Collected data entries
————————

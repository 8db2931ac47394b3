//! `oxbind.v1.ConsistencyService`: internal-consistency checks of a
//! blood-gas sample, one transport-neutral function per RPC (see
//! [`super::dissociation`] for the pattern).
//!
//! Each request is read and validated ([`read`]), every check of the
//! engine's [`crate::physiology::consistency`] runs on the sample, and the
//! findings come back in the contract's shape ([`respond`]) with the
//! cautions, provenance and warnings. A sample is never refused for being
//! discordant; only bad input is refused.

mod figures;
mod read;
mod respond;

pub use figures::field_path;
pub use respond::{wire_check, wire_verdict};

use oxbind_proto::v1::{
    check_blood_gas_result, BatchCheckBloodGasRequest, BatchCheckBloodGasResponse,
    CheckBloodGasRequest, CheckBloodGasResponse, CheckBloodGasResult, Warning,
};

use super::{
    field_path::FieldPath,
    observe::{self, Observed},
    provenance,
    status::{batch_refusal, InvalidRequest, REASON_BATCH_EMPTY, REASON_BATCH_TOO_LARGE},
    warnings,
};
use crate::{
    instruments,
    physiology::{
        consistency::{check_sample, Check, Finding, Verdict, RULES_VERSION},
        error::Input,
        model::DissociationModel,
    },
};

/// The cautions every CheckBloodGas response carries.
pub const CONSISTENCY_CAUTIONS: &str = "Consistency findings support the laboratory's review of \
a result before it is released; they do not reject results. Local laboratory policy decides what \
happens to a discordant sample. The findings are decision support only: measured co-oximetry and \
licensed clinicians decide what a result means.";

/// Most items one BatchCheckBloodGas call takes (or the server's
/// `--max-batch-items`, when lower). Each answer carries every finding with
/// its causes and uncertainty, several kilobytes; 1,000 keep a batch's
/// answer well under the default 32 MiB message limit (our judgement).
pub const MAX_BATCH_ITEMS: usize = 1_000;

/// The full method name of the batch RPC (for the batch-size metric).
const BATCH_METHOD: &str = "oxbind.v1.ConsistencyService/BatchCheckBloodGas";

/// CheckBloodGas for one request.
pub fn compute_check_blood_gas(
    request: &CheckBloodGasRequest,
) -> Result<CheckBloodGasResponse, InvalidRequest> {
    check_blood_gas(request).inspect(Observed::observe)
}

/// BatchCheckBloodGas: at most [`MAX_BATCH_ITEMS`] items, or
/// `max_batch_items` when lower.
pub fn compute_batch_check_blood_gas(
    request: &BatchCheckBloodGasRequest,
    max_batch_items: usize,
) -> Result<BatchCheckBloodGasResponse, InvalidRequest> {
    let limit = max_batch_items.min(MAX_BATCH_ITEMS);
    let len = request.requests.len();
    if len == 0 {
        return Err(batch_refusal(
            REASON_BATCH_EMPTY,
            "requests must hold at least one item".to_owned(),
            limit,
        ));
    }
    if len > limit {
        return Err(batch_refusal(
            REASON_BATCH_TOO_LARGE,
            format!("requests holds more than the limit of {limit} items; split the batch"),
            limit,
        ));
    }
    instruments::record_batch_items(BATCH_METHOD, len as u64);
    let results = request
        .requests
        .iter()
        .enumerate()
        .map(|(index, item)| CheckBloodGasResult {
            result: Some(match compute_check_blood_gas(item) {
                Ok(response) => check_blood_gas_result::Result::Response(response),
                Err(refusal) => {
                    let refusal = refusal.within_item("requests", index);
                    observe::refused_item(&refusal);
                    check_blood_gas_result::Result::Error(refusal.to_rpc_status())
                }
            }),
        })
        .collect();
    Ok(BatchCheckBloodGasResponse { results })
}

fn check_blood_gas(
    request: &CheckBloodGasRequest,
) -> Result<CheckBloodGasResponse, InvalidRequest> {
    let read = read::read(request)?;
    let findings = check_sample(&read.sample, &read.settings);
    let (found, within_validated_range) = curve_warnings(&read, &findings);
    let model = read.settings.model;
    Ok(CheckBloodGasResponse {
        discordant_count: findings
            .iter()
            .filter(|f| f.verdict() == Verdict::Discordant)
            .count() as u32,
        findings: findings
            .iter()
            .map(|f| respond::finding(f, read.system))
            .collect(),
        cautions: CONSISTENCY_CAUTIONS.to_owned(),
        provenance: Some(provenance::for_model(
            model.info(),
            read.inputs_used,
            within_validated_range,
        )),
        warnings: found,
        rules_version: RULES_VERSION.to_owned(),
    })
}

/// The warnings about the saturations calculated from PO2 (conditions the
/// model ignores, inputs outside its validated ranges), when a finding used
/// one, and whether every input lay inside those ranges.
fn curve_warnings(read: &read::ReadRequest, findings: &[Finding]) -> (Vec<Warning>, bool) {
    let evaluated = |check: Check| {
        findings
            .iter()
            .any(|f| f.check == check && f.evaluated().is_some())
    };
    let calculated = evaluated(Check::MeasuredSaturation)
        || evaluated(Check::RoomAirExposure)
        || (evaluated(Check::VenousPattern) && read.sample.so2.is_none());
    let mut found = Vec::new();
    if !calculated {
        return (found, true);
    }
    let Ok(at_37) = read.sample.at_37() else {
        return (found, true);
    };
    let model = &read.settings.model;
    let conditions = read.sample.curve_conditions(&at_37);
    let sample_path = FieldPath::ROOT.field("sample");
    warnings::unmodelled_conditions(model, &conditions, &sample_path, &mut found);
    let po2_path = sample_path.field("po2");
    let inside = warnings::validated_ranges(
        model,
        &conditions,
        &sample_path,
        &[(Input::Po2, at_37.po2_mmhg, &po2_path)],
        &mut found,
    );
    (found, inside)
}

impl Observed for CheckBloodGasResponse {
    fn observe(&self) {
        observe::result(self.provenance.as_ref(), &self.warnings);
    }
}
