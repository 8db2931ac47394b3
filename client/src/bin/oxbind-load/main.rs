//! `oxbind-load`: the load generator behind BENCHMARKS.md, a tool for
//! measuring a deployment, not an integrator's command (that is `oxbind`).
//!
//! It drives one RPC with many calls in flight over plaintext HTTP/2, as gRPC
//! calls or (`--protocol connect`) as Connect calls in JSON or binary
//! protobuf, and reports calls/s, latency quantiles and errors, as a table
//! or as JSON.
//! Exit status: 0 success, 1 no call succeeded (or another failure), 2 usage
//! error.

mod load;
mod load_connect;
mod load_json;
mod load_wire;
#[path = "../common/model_arg.rs"]
mod model_arg;

use std::time::Duration;

use clap::Parser;
use model_arg::{duration, ModelArg};
use oxbind_client::{v1::Model, DEFAULT_SERVER};

/// Load generator for an Oxbind server: drive one RPC with many calls in
/// flight, over gRPC or the Connect protocol, and report calls/s, latency
/// quantiles and errors (plaintext HTTP/2 only; the figures are the
/// service's, not TLS's).
#[derive(Debug, Parser)]
#[command(name = "oxbind-load", version)]
struct Cli {
    /// Server address (`http://HOST:PORT`).
    #[arg(long, env = "OXBIND_SERVER", default_value = DEFAULT_SERVER)]
    server: String,

    /// Dissociation model of the generated requests (the server's default
    /// is severinghaus-1979).
    #[arg(long, value_enum)]
    model: Option<ModelArg>,

    /// Print the report as JSON instead of a table.
    #[arg(long)]
    json: bool,

    /// Deadline of each call: `30s`, `1500ms`; a bare number is seconds.
    #[arg(long, default_value = "10s", value_parser = duration, value_name = "DURATION")]
    timeout: Duration,

    #[command(flatten)]
    load: load::LoadArgs,
}

/// Why a run did not succeed.
#[derive(Debug)]
pub(crate) enum Failure {
    /// The settings were unusable (exit 2).
    Usage(String),
    /// Anything else: no call succeeded, no connection (exit 1).
    Other(String),
}

/// Print labelled rows, the labels padded to one width.
pub(crate) fn print_rows(rows: &[(String, String)]) {
    use std::io::Write;
    let width = rows
        .iter()
        .map(|(l, _)| l.chars().count())
        .max()
        .unwrap_or(0);
    let mut out = std::io::stdout().lock();
    for (label, value) in rows {
        // A closed standard output (`| head`) ends the report quietly.
        if writeln!(out, "{label:<width$}  {value}").is_err() {
            return;
        }
    }
}

#[tokio::main]
async fn main() {
    let cli = Cli::parse();
    let ctx = load::LoadContext {
        server: cli.server.clone(),
        model: cli.model.map(|m| Model::from(m) as i32).unwrap_or(0),
        json: cli.json,
        timeout: cli.timeout,
    };
    let code = match load::run(&ctx, &cli.load).await {
        Ok(()) => 0,
        Err(Failure::Usage(message)) => {
            eprintln!("oxbind-load: {message}");
            2
        }
        Err(Failure::Other(message)) => {
            eprintln!("oxbind-load: {message}");
            1
        }
    };
    std::process::exit(code);
}
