//! `saturation_checks.csv` and `tension_checks.csv`: one point of a model's
//! curve per row, sent as SaturationFromTension or TensionFromSaturation;
//! and all the rows of each table once more as one batch, which checks that
//! a batch answers every item in request order.

use clap::ValueEnum;
use oxbind_client::v1::Model;
use serde_json::{json, Map, Value};

use super::{equals, number, quantity, Row, RowOutcome, TableReader};
use crate::{
    model_arg::ModelArg,
    verify::{
        case::{file_name, Case, Check, Expect, Family},
        sources::EmbeddedFile,
    },
};

/// The columns that set the model and the blood conditions, shared by both
/// tables.
const CONDITION_COLUMNS: [&str; 8] = [
    "model",
    "hill_p50_mmhg",
    "hill_n",
    "ph",
    "pco2_mmhg",
    "temperature_celsius",
    "dpg_mmol_per_l",
    "base_excess_mmol_per_l",
];

/// `saturation_checks.csv`.
pub(crate) const SATURATION: TableReader = TableReader {
    file: "saturation_checks.csv",
    columns: &[
        "model",
        "po2_mmhg",
        "hill_p50_mmhg",
        "hill_n",
        "ph",
        "pco2_mmhg",
        "temperature_celsius",
        "dpg_mmol_per_l",
        "base_excess_mmol_per_l",
        "expected_saturation",
        "tolerance",
    ],
    read: saturation,
    batch: Some(BatchOf::Saturation),
};

/// `tension_checks.csv`.
pub(crate) const TENSION: TableReader = TableReader {
    file: "tension_checks.csv",
    columns: &[
        "model",
        "saturation",
        "hill_p50_mmhg",
        "hill_n",
        "ph",
        "pco2_mmhg",
        "temperature_celsius",
        "dpg_mmol_per_l",
        "base_excess_mmol_per_l",
        "expected_po2_mmhg",
        "tolerance_mmhg",
    ],
    read: tension,
    batch: Some(BatchOf::Tension),
};

fn saturation(row: &Row) -> Result<RowOutcome, String> {
    let mut request = model_and_conditions(row)?;
    request.insert(
        "po2".to_owned(),
        quantity(row.required("po2_mmhg")?, "mm[Hg]"),
    );
    Ok(RowOutcome::Case {
        rpc: "DissociationService/SaturationFromTension",
        request: Value::Object(request),
        checks: vec![number(
            "saturationFraction",
            row.required("expected_saturation")?,
            row.required("tolerance")?,
        )],
        note: None,
    })
}

fn tension(row: &Row) -> Result<RowOutcome, String> {
    let mut request = model_and_conditions(row)?;
    request.insert(
        "saturationFraction".to_owned(),
        json!(row.required("saturation")?),
    );
    Ok(RowOutcome::Case {
        rpc: "DissociationService/TensionFromSaturation",
        request: Value::Object(request),
        checks: vec![
            number(
                "po2.value",
                row.required("expected_po2_mmhg")?,
                row.required("tolerance_mmhg")?,
            ),
            equals("po2.unit", json!("mm[Hg]")),
        ],
        note: None,
    })
}

/// The model, Hill parameters and conditions of a row, as request fields.
fn model_and_conditions(row: &Row) -> Result<Map<String, Value>, String> {
    debug_assert!(CONDITION_COLUMNS
        .iter()
        .all(|c| SATURATION.columns.contains(c) && TENSION.columns.contains(c)));
    let mut request = Map::new();
    let id = row.text("model").ok_or("column model is empty")?;
    let model = ModelArg::from_str(id, false)
        .map_err(|_| format!("model `{id}` is not one this build knows"))?;
    request.insert("model".to_owned(), json!(Model::from(model).as_str_name()));
    let p50 = row.number("hill_p50_mmhg")?;
    let n = row.number("hill_n")?;
    if p50.is_some() || n.is_some() {
        let mut hill = Map::new();
        if let Some(p50) = p50 {
            hill.insert("p50".to_owned(), quantity(p50, "mm[Hg]"));
        }
        if let Some(n) = n {
            hill.insert("n".to_owned(), json!(n));
        }
        request.insert("hill".to_owned(), Value::Object(hill));
    }
    let mut conditions = Map::new();
    if let Some(ph) = row.number("ph")? {
        conditions.insert("ph".to_owned(), json!(ph));
    }
    let quantities = [
        ("pco2_mmhg", "pco2", "mm[Hg]"),
        ("temperature_celsius", "temperature", "Cel"),
        ("dpg_mmol_per_l", "dpg", "mmol/L"),
        ("base_excess_mmol_per_l", "baseExcess", "mmol/L"),
    ];
    for (column, field, unit) in quantities {
        if let Some(value) = row.number(column)? {
            conditions.insert(field.to_owned(), quantity(value, unit));
        }
    }
    if !conditions.is_empty() {
        request.insert("conditions".to_owned(), Value::Object(conditions));
    }
    Ok(request)
}

/// Which batch RPC a table's rows are sent through together.
#[derive(Debug, Clone, Copy)]
pub(crate) enum BatchOf {
    /// BatchSaturationFromTension.
    Saturation,
    /// BatchTensionFromSaturation.
    Tension,
}

impl BatchOf {
    /// One case sending every row of `file` in one batch: each item's
    /// checks hold on the result at its own index.
    pub(crate) fn case(self, file: &EmbeddedFile, rows: &[(u64, Value, Vec<Check>)]) -> Case {
        let rpc = match self {
            BatchOf::Saturation => "DissociationService/BatchSaturationFromTension",
            BatchOf::Tension => "DissociationService/BatchTensionFromSaturation",
        };
        let requests: Vec<Value> = rows.iter().map(|(_, r, _)| r.clone()).collect();
        let checks = rows
            .iter()
            .enumerate()
            .flat_map(|(i, (_, _, checks))| {
                checks.iter().map(move |check| Check {
                    path: format!("results[{i}].response.{}", check.path),
                    want: check.want.clone(),
                })
            })
            .collect();
        let lines: Vec<String> = rows.iter().map(|(line, _, _)| line.to_string()).collect();
        Case {
            id: format!("{}/batch", file_name(file.path)),
            family: Family::ReferenceTable,
            file: file.path,
            rpc: format!("oxbind.v1.{rpc}"),
            request: json!({ "requests": requests }),
            expect: Expect::Answer {
                checks,
                item_errors: Vec::new(),
            },
            source: format!(
                "each row's own source in {} (the single-row cases above); answers in request \
                 order: design.md input rules and the contract's batch comment",
                file.path
            ),
            note: Some(format!(
                "the rows on lines {} in one batch, in file order; result i is checked against \
                 row i",
                lines.join(", ")
            )),
        }
    }
}
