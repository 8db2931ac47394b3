//! One layer for everything a call needs around its handler, kept to a few
//! header lookups, one span and one boxed future per call:
//!
//! - a request id from `x-request-id` (or a fresh UUID), echoed back in the
//!   response metadata;
//! - one server span named by the fully qualified method, joined to the
//!   caller's W3C `traceparent`, with the OpenTelemetry RPC attributes;
//! - the deadline: the configured call timeout or the caller's shorter
//!   `grpc-timeout`, past which the call gets DEADLINE_EXCEEDED. It covers
//!   the whole call, sending the answer included, so a caller that never
//!   reads its answer cannot hold the call open; streaming calls have an
//!   idle timeout instead ([`super::streaming`]);
//! - when the response ends: `rpc.server.call.duration` and the call counter,
//!   refused field paths of an INVALID_ARGUMENT, and one log line with method,
//!   status, latency, request id and trace id. Never a body or a value. A
//!   call the client abandons (resets, or disconnects) is recorded as
//!   CANCELLED.
//!
//! It is protocol-neutral (any request; an answer with a `grpc-status`, or
//! a [`CallOutcome`] set by a door whose answers carry none), so each door
//! behind the dispatch (`http::DispatchLayer`) wraps its calls in a copy of
//! it: the gRPC stack, the Connect door and the FHIR door
//! ([`super::door`]), each of which turns the layer's own answers (a passed
//! deadline) into its protocol's shape. `rpc.system.name` is `grpc` for
//! gRPC and grpc-web, `connect_rpc` for Connect and `fhir` for the FHIR
//! door. Load shedding and admission are the request gate's
//! ([`super::request_gate`]) and the doors' ([`super::admission`]).

use std::{
    future::Future,
    pin::Pin,
    sync::Arc,
    task::{ready, Context, Poll},
    time::{Duration, Instant},
};

use http::{header::HeaderValue, HeaderMap};
use http_body::{Body as HttpBody, Frame, SizeHint};
use opentelemetry::{
    propagation::{Extractor, TextMapPropagator},
    trace::{TraceContextExt, TraceId},
    KeyValue,
};
use opentelemetry_sdk::propagation::TraceContextPropagator;
use tokio::time::Sleep;
use tonic::{body::Body, codegen::Bytes, Code, Status};
use tower::{Layer, Service};
use tracing::{field::Empty, Instrument, Span};
use tracing_opentelemetry::OpenTelemetrySpanExt;
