//! Reading `ConsistencyUncertainty`: each input's figure in the shape every
//! RPC takes (`InputUncertainty`, read by the uncertainty reader of
//! [`crate::api::uncertainty`], so a figure is spelt, converted and refused
//! the same way everywhere), the profile sets, the built-in figures and the
//! coverage probability of the uncertainty-based limits.

use oxbind_proto::v1::ConsistencyUncertainty;

use crate::api::{
    field_path::FieldPath,
    limits,
    reader::RequestReader,
    status::{Violation, REASON_UNCERTAINTY_FIELD, REASON_UNCERTAINTY_FIGURE},
    uncertainty::{
        inputs::{FigureUnit, InputRole},
        read_figure, read_profile_sets,
    },
    units::{self, QuantityKind},
};
use crate::physiology::{
    consistency::{figures::FigureError, Figure, FigureInput, Figures},
    uncertainty::{evaluate::DEFAULT_COVERAGE_PROBABILITY, Amount, FigureSource, Statement},
};

/// The request fields a figure may name, and the input each one is: every
/// input's own path first (its canonical path, in [`FigureInput::ALL`]
/// order), then the 37 Cel results, which are the same measurements.
const FIGURE_FIELDS: [(&str, FigureInput); 13] = [
    ("sample.po2", FigureInput::Po2),
    ("sample.pco2", FigureInput::Pco2),
    ("sample.ph", FigureInput::Ph),
    ("sample.so2_fraction", FigureInput::So2),
    ("sample.spo2_fraction", FigureInput::Spo2),
    ("sample.cohb", FigureInput::Cohb),
    ("sample.methb", FigureInput::Methb),
    ("sample.fio2", FigureInput::Fio2),
    (
        "sample.barometric_pressure",
        FigureInput::BarometricPressure,
    ),
    ("sample.bicarbonate", FigureInput::Bicarbonate),
    ("sample.results_at_37_cel.po2", FigureInput::Po2),
    ("sample.results_at_37_cel.pco2", FigureInput::Pco2),
    ("sample.results_at_37_cel.ph", FigureInput::Ph),
];

/// The request field path that names `input` in findings (its canonical
/// path, for example `sample.so2_fraction`).
pub fn field_path(input: FigureInput) -> &'static str {
    FIGURE_FIELDS
        .iter()
        .find(|(_, i)| *i == input)
        .map_or("sample", |(path, _)| path)
}

/// The input a request field path names, if a figure may be given for it.
fn input_at(path: &str) -> Option<FigureInput> {
    FIGURE_FIELDS
        .iter()
        .find(|(p, _)| *p == path)
        .map(|(_, input)| *input)
}

/// The quantity kind of an input's value (and of its standard uncertainty);
/// `None` for pH, a plain number.
pub(super) fn input_kind(input: FigureInput) -> Option<QuantityKind> {
    match input {
        FigureInput::Po2 | FigureInput::Pco2 | FigureInput::BarometricPressure => {
            Some(QuantityKind::Pressure)
        }
        FigureInput::So2
        | FigureInput::Spo2
        | FigureInput::Cohb
        | FigureInput::Methb
        | FigureInput::Fio2 => Some(QuantityKind::Fraction),
        FigureInput::Ph => None,
        FigureInput::Bicarbonate => Some(QuantityKind::Concentration),
    }
}

/// The units a figure for `input` may be written in: those of its own
/// field.
fn figure_unit(input: FigureInput) -> FigureUnit {
    input_kind(input).map_or(FigureUnit::Ph, FigureUnit::Kind)
}

/// What `input` is to the uncertainty reader: the engine quantity a profile
/// for it must be for (bicarbonate has none, so no built-in profile fits it).
fn role(input: FigureInput) -> InputRole {
    input
        .engine_quantities()
        .first()
        .map_or(InputRole::NotAnInput, |q| InputRole::Engine(*q))
}

/// The largest standard uncertainty accepted for `input`, engine unit: the
/// width of its hard range (our limit: a larger figure says nothing, and
/// would overflow the arithmetic).
fn largest_standard_uncertainty(input: FigureInput) -> f64 {
    match input {
        FigureInput::Po2 | FigureInput::Pco2 | FigureInput::BarometricPressure => {
            limits::PRESSURE_MAX_MMHG
        }
        FigureInput::Ph => limits::PH.max - limits::PH.min,
        FigureInput::Bicarbonate => limits::BICARBONATE.max,
        FigureInput::So2
        | FigureInput::Spo2
        | FigureInput::Cohb
        | FigureInput::Methb
        | FigureInput::Fio2 => 1.0,
    }
}

/// The figures and the coverage probability of a request's `uncertainty`
/// at `path`; refusals go to `reader`.
pub(super) fn read_uncertainty(
    reader: &mut RequestReader,
    given: Option<&ConsistencyUncertainty>,
    path: &FieldPath<'_>,
) -> (Figures, f64) {
    let default = ConsistencyUncertainty::default();
    let given = given.unwrap_or(&default);
    let mut figures = Figures::none();
    let inputs_path = path.field("inputs");
    if !limits::UNCERTAINTY_FIGURES.accepts(given.inputs.len() as f64) {
        reader.refuse(Violation::outside_limit(
            &inputs_path,
            &limits::UNCERTAINTY_FIGURES,
        ));
    }
    let mut seen: Vec<(FigureInput, usize)> = Vec::new();
    for (index, figure) in given
        .inputs
        .iter()
        .enumerate()
        .take(limits::UNCERTAINTY_FIGURES.max as usize)
    {
        let item = path.indexed("inputs", index);
        let Some(input) = input_at(&figure.field) else {
            reader.refuse(Violation::other(
                &item.field("field"),
                REASON_UNCERTAINTY_FIELD,
                format!(
                    "names no input the consistency checks take a figure for; they are {}",
                    FIGURE_FIELDS.map(|(p, _)| p).join(", ")
                ),
            ));
            continue;
        };
        if let Some((_, first)) = seen.iter().find(|(i, _)| *i == input) {
            reader.refuse(Violation::other(
                &item.field("field"),
                REASON_UNCERTAINTY_FIGURE,
                format!(
                    "names the same input as uncertainty.inputs[{first}] (a result and its 37 Cel \
result are one measurement); give one figure per input"
                ),
            ));
            continue;
        }
        seen.push((input, index));
        match read_figure(
            reader,
            figure.figure.as_ref(),
            figure_unit(input),
            role(input),
            &item,
        ) {
            // The refusal is in `reader`.
            None => {}
            Some(FigureSource::Stated(statement)) => {
                if !within_largest(reader, input, &statement, &item) {
                    continue;
                }
                figures.set(input, Figure::stated_as(statement));
            }
            Some(FigureSource::Profile(id)) => match Figure::profile(input, &id) {
                Ok(found) => figures.set(input, found),
                Err(error) => reader.refuse(profile_refusal(&item.field("profile_id"), &error)),
            },
        }
    }
    if let Some(sets) = read_profile_sets(reader, &given.profile_sets, path) {
        for set in &sets {
            // The sets were checked against the table just now; a malformed
            // table (a build defect, caught by the tests) adds nothing.
            let _ = figures.fill_from_set(set);
        }
    }
    if !given.no_built_in_figures {
        // As above: the built-in table is checked by the tests.
        let _ = figures.fill_built_in();
    }
    let coverage = reader.number_or(
        (given.coverage_probability != 0.0).then_some(given.coverage_probability),
        &path.field("coverage_probability"),
        &limits::UNCERTAINTY_COVERAGE_PROBABILITY,
        QuantityKind::Fraction,
        DEFAULT_COVERAGE_PROBABILITY,
    );
    (figures, coverage)
}

/// Whether a stated figure gives a standard uncertainty no larger than
/// [`largest_standard_uncertainty`] in its absolute part and 100 % of the
/// value in its relative part (a bound's half-width over its divisor);
/// otherwise a refusal naming the part.
fn within_largest(
    reader: &mut RequestReader,
    input: FigureInput,
    statement: &Statement,
    item: &FieldPath<'_>,
) -> bool {
    let (amount, divisor, bound): (Amount, f64, bool) = match *statement {
        Statement::StandardUncertainty(amount) => (amount, 1.0, false),
        Statement::Bound { half_width, shape } => (half_width, shape.divisor(), true),
    };
    let most = largest_standard_uncertainty(input);
    let unit = input_kind(input).map_or("[pH]", units::engine_unit);
    let stated = if bound {
        item.field("bound")
    } else {
        item.field("standard_uncertainty")
    };
    let half_width = stated.field("half_width");
    let amount_path = if bound { &half_width } else { &stated };
    let mut ok = true;
    for (part, value, largest, what) in [
        (
            "absolute",
            amount.absolute,
            most,
            format!(
                "no larger than the width of the input's whole accepted range, {} {unit}",
                crate::api::status::readable(most)
            ),
        ),
        (
            "relative",
            amount.relative,
            1.0,
            "no larger than 100 % of the value".to_owned(),
        ),
    ] {
        if value / divisor > largest {
            ok = false;
            reader.refuse(Violation::other(
                &amount_path.field(part),
                limits::UNCERTAINTY_ABSOLUTE.error_reason,
                format!(
                    "the standard uncertainty this figure gives (for a bound, the half-width over \
its divisor) must be {what}"
                ),
            ));
        }
    }
    ok
}

/// A profile the consistency checks cannot use for this input.
fn profile_refusal(path: &FieldPath<'_>, error: &FigureError) -> Violation {
    let description = match error {
        FigureError::ProfileForAnotherInput { profile_input } => format!(
            "names a profile for {}, another kind of input",
            profile_input.name()
        ),
        FigureError::UnknownProfile => {
            "names no built-in profile (ListModels lists them in uncertainty_profiles)".to_owned()
        }
        FigureError::ProfileTable(e) => e.to_string(),
    };
    Violation::other(path, REASON_UNCERTAINTY_FIGURE, description)
}

#[cfg(test)]
mod tests {
    use super::*;

    #[test]
    fn every_input_has_one_canonical_path_and_its_own_units() {
        for input in FigureInput::ALL {
            let path = field_path(input);
            assert_eq!(input_at(path), Some(input), "{path}");
            assert!(path.starts_with("sample."));
        }
        assert_eq!(field_path(FigureInput::So2), "sample.so2_fraction");
        assert_eq!(
            input_at("sample.results_at_37_cel.ph"),
            Some(FigureInput::Ph)
        );
        assert_eq!(input_at("sample.temperature"), None);
        assert_eq!(figure_unit(FigureInput::Ph), FigureUnit::Ph);
        assert_eq!(
            figure_unit(FigureInput::Bicarbonate),
            FigureUnit::Kind(QuantityKind::Concentration)
        );
        assert_eq!(role(FigureInput::Bicarbonate), InputRole::NotAnInput);
    }
}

————————

**Activity:** In the entries above, find the line holding "or a value. A" and the line holding "use tracing_opentelemetry::OpenTelemetrySpanExt;", then retype exactly those two lines and every line between them, and nothing else.

**Response for this exercise:**
//!   status, latency, request id and trace id. Never a body or a value. A
//!   call the client abandons (resets, or disconnects) is recorded as
//!   CANCELLED.
//!
//! It is protocol-neutral (any request; an answer with a `grpc-status`, or
//! a [`CallOutcome`] set by a door whose answers carry none), so each door
//! behind the dispatch (`http::DispatchLayer`) wraps its calls in a copy of
//! it: the gRPC stack, the Connect door and the FHIR door
//! ([`super::door`]), each of which turns the layer's own answers (a passed
//! deadline) into its protocol's shape. `rpc.system.name` is `grpc` for
//! gRPC and grpc-web, `connect_rpc` for Connect and `fhir` for the FHIR
//! door. Load shedding and admission are the request gate's
//! ([`super::request_gate`]) and the doors' ([`super::admission`]).

use std::{
    future::Future,
    pin::Pin,
    sync::Arc,
    task::{ready, Context, Poll},
    time::{Duration, Instant},
};

use http::{header::HeaderValue, HeaderMap};
use http_body::{Body as HttpBody, Frame, SizeHint};
use opentelemetry::{
    propagation::{Extractor, TextMapPropagator},
    trace::{TraceContextExt, TraceId},
    KeyValue,
};
use opentelemetry_sdk::propagation::TraceContextPropagator;
use tokio::time::Sleep;
use tonic::{body::Body, codegen::Bytes, Code, Status};
use tower::{Layer, Service};
use tracing::{field::Empty, Instrument, Span};
use tracing_opentelemetry::OpenTelemetrySpanExt;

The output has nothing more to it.